Uber partner website








Drivers App


----------



## JohnF (Mar 20, 2015)

I have 4 trips rating 4.33. I'm trying to mathematically arrive at this rating. Anyone?


----------



## texasm203 (Oct 27, 2015)

JohnF said:


> I have 4 trips rating 4.33. I'm trying to mathematically arrive at this rating. Anyone?


Ok, so average of 4 trips

a+b+c+d/4 = 4.33

So, work backwards

a+b+c+d=4*4.33
a+b+c+d=17.32

17.32 is not possible from whole numbers, so we will adjust to nearest whole number of 17.

a+b+c+d=17

Possibilities:
5+5+5+2
5+4+4+4
5+5+4+3

Math is hard. 

BTW, you should go drive more trips ASAP and push for 5 stars to get your rating back up. 10 trips with 5 stars each should get your rating to 4.7 ish. I'm not showing the math for this.


----------



## JohnF (Mar 20, 2015)

The feedback we get (and give) are whole numbers 4 stars etc. So arriving at 4.33 based on just passenger ranking is not mathematically possible. Probably Uber taking their 20% commission on the rating too, who knows and who cares.

The 4.33 (my overall rating is 4.86) that I got was just the rides for the past day. I was scratching my head to 'reverse engineer' the number they arrived at.
I'm not worried about my ratings.

And, I do have a college degree in physics


----------



## texasm203 (Oct 27, 2015)

JohnF said:


> The feedback we get (and give) are whole numbers 4 stars etc. So arriving at 4.33 based on just passenger ranking is not mathematically possible. Probably Uber taking their 20% commission on the rating too, who knows and who cares.
> 
> The 4.33 (my overall rating is 4.86) that I got was just the rides for the past day. I was scratching my head to 'reverse engineer' the number they arrived at.
> I'm not worried about my ratings.
> ...


Well, The average may not be a whole number. The ratings will be, yes, but it's entirely possible to reach a non-whole number for the average. All you need is one number that isn't the same as the rest of the numbers.

EX: 5+5+5+5+4 = 24
Average 24/5 = 4.8


----------



## texasm203 (Oct 27, 2015)

JohnF said:


> And, I do have a college degree in physics


I have 2 semesters at a community college..... 

Why are you driving uber if you have a physics degree?


----------



## Dontmakemepullauonyou (Oct 13, 2015)

JohnF said:


> The feedback we get (and give) are whole numbers 4 stars etc. So arriving at 4.33 based on just passenger ranking is not mathematically possible.

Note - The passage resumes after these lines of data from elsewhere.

"""What was set from outside of the netlist with the headline before and after, and what of it was read past."""

from __future__ import annotations

from tauledger.record import MovedFigure, Review
from tauledger.report.layout import HEADING, Block, Prose, Row, Section, Table
from tauledger.report.wording import NO_NUMBER, move, nominal, number, part_unit

# Simulated edges are refined to this.
_STANDS_STILL = 1e-6


def changed(review: Review) -> Section:
    """Give the figures that move, before and after; empty where nothing was set."""
    if not review.settings and not review.added:
        return Section(())
    moved = [figure for figure in review.moved if not same(figure)]
    still = [figure.figure for figure in review.moved if same(figure)]
    rows = tuple(
        Row((figure.figure, shown(figure, figure.before), shown(figure, figure.after), by(figure))) for figure in moved
    )
    blocks: list[Block] = []
    if review.settings:
        blocks.append(Prose(f"SET {set_text(review)}", style=HEADING))
    if review.added:
        blocks.append(Prose(f"ADDED {added_text(review)}", style=HEADING))
    if rows:
        blocks.append(Table("lrrr", ("figure", "as in the netlist", so(review), "change"), rows))
    if still:
        blocks.append(Prose(", ".join(still), lead="  unchanged: "))
    return Section(tuple(blocks))


def set_text(review: Review) -> str:
    """Say what was set: "R3 = 4700, load = 2000"."""
    return ", ".join(f"{setting.name} = {setting.value:.6g}" for setting in review.settings)


def added_text(review: Review) -> str:
    """Say what was added: "at out 10 MΩ ‖ 12 pF, at b 1 pF"."""
    at: dict[str, list[str]] = {}
    for part in review.added:
        at.setdefault(part.node, []).append(nominal(part.value, part_unit(part.kind)))
    return ", ".join(f"at {node} {' ‖ '.join(values)}" for node, values in at.items())


def so(review: Review) -> str:
    """Head the column of figures after the change."""
    if review.settings and review.added:
        return "as changed"
    return "as set" if review.settings else "with it"


def read_past(review: Review) -> Section:
    """List what was read past, card by card; empty where nothing was."""
    if not review.netlist.passed:
        return Section(())
    lines = tuple(Prose(passed, lead="  ") for passed in review.netlist.passed)
    return Section((Prose("READ PAST", style=HEADING), *lines))


def same(figure: MovedFigure) -> bool:
    """Whether a figure stands still, or reads the same."""
    if figure.before is None or figure.after is None:
        return figure.before is figure.after
    still = abs(figure.after - figure.before) <= _STANDS_STILL * max(abs(figure.before), abs(figure.after))
    return still or shown(figure, figure.before) == shown(figure, figure.after)


def shown(figure: MovedFigure, value: float | None) -> str:
    """Write a value of a figure with its unit."""
    if value is None:
        return NO_NUMBER
    if figure.unit.startswith("dB"):
        return f"{value:.2f} {figure.unit}"
    if figure.unit != "deg":
        return number(value, figure.unit)
    # a shift leads or lags; what is left of a margin is an amount
    return f"{value:.1f}°" if figure.figure.startswith("phase margin") else f"{value:+.1f}°"


def by(figure: MovedFigure) -> str:
    """Word the change: in dB and degrees as a difference, else in per cent."""
    if figure.before is None or figure.after is None:
        return NO_NUMBER
    if figure.unit.startswith("d"):
        sign = f"{figure.after - figure.before:+.2f}"
        return f"{sign} dB" if figure.unit.startswith("dB") else f"{figure.after - figure.before:+.1f}°"
    return move(figure.after / figure.before - 1.0) if figure.before else NO_NUMBER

Probably Uber taking their 20% commission on the rating too, who knows and who cares.
> 
> The 4.33 (my overall rating is 4.86) that I got was just the rides for the past day. I was scratching my head to 'reverse engineer' the number they arrived at.
> I'm not worried about my ratings.
> ...


4 trips, 5* + 4* + 4* = 13* / 3 = 4.33*

If it says 4 trips that doesn't mean all 4 rated you. It could be 5* + 5* + 3* = 13* / 3 = 4.33*


----------



## Fuzzyelvis (Dec 7, 2014)

Dontmakemepullauonyou said:


> 4 trips, 4* + 4* + 4* + 1* = 13* / 4 = 4.33*


You mean 3.25.

It's more likely one person did not rate. Pax don't have to rate right away. So it was 4 trips, 3 ratings. 4.33 times 3 is almost 13. So 4 and 4 and 5. Average is 4.33.


----------



## Fuzzyelvis (Dec 7, 2014)

JohnF said:


> The feedback we get (and give) are whole numbers 4 stars etc. So arriving at 4.33 based on just passenger ranking is not mathematically possible. Probably Uber taking their 20% commission on the rating too, who knows and who cares.
> 
> The 4.33 (my overall rating is 4.86) that I got was just the rides for the past day. I was scratching my head to 'reverse engineer' the number they arrived at.
> I'm not worried about my ratings.
> ...


Not everyone rates you. So 3 ratings, 5 and 4 and 4.


----------



## Dontmakemepullauonyou (Oct 13, 2015)

Fuzzyelvis said:


> You mean 3.25.
> 
> It's more likely one person did not rate. Pax don't have to rate right away. So it was 4 trips, 3 ratings. 4.33 times 3 is almost 13. So 4 and 4 and 5. Average is 4.33.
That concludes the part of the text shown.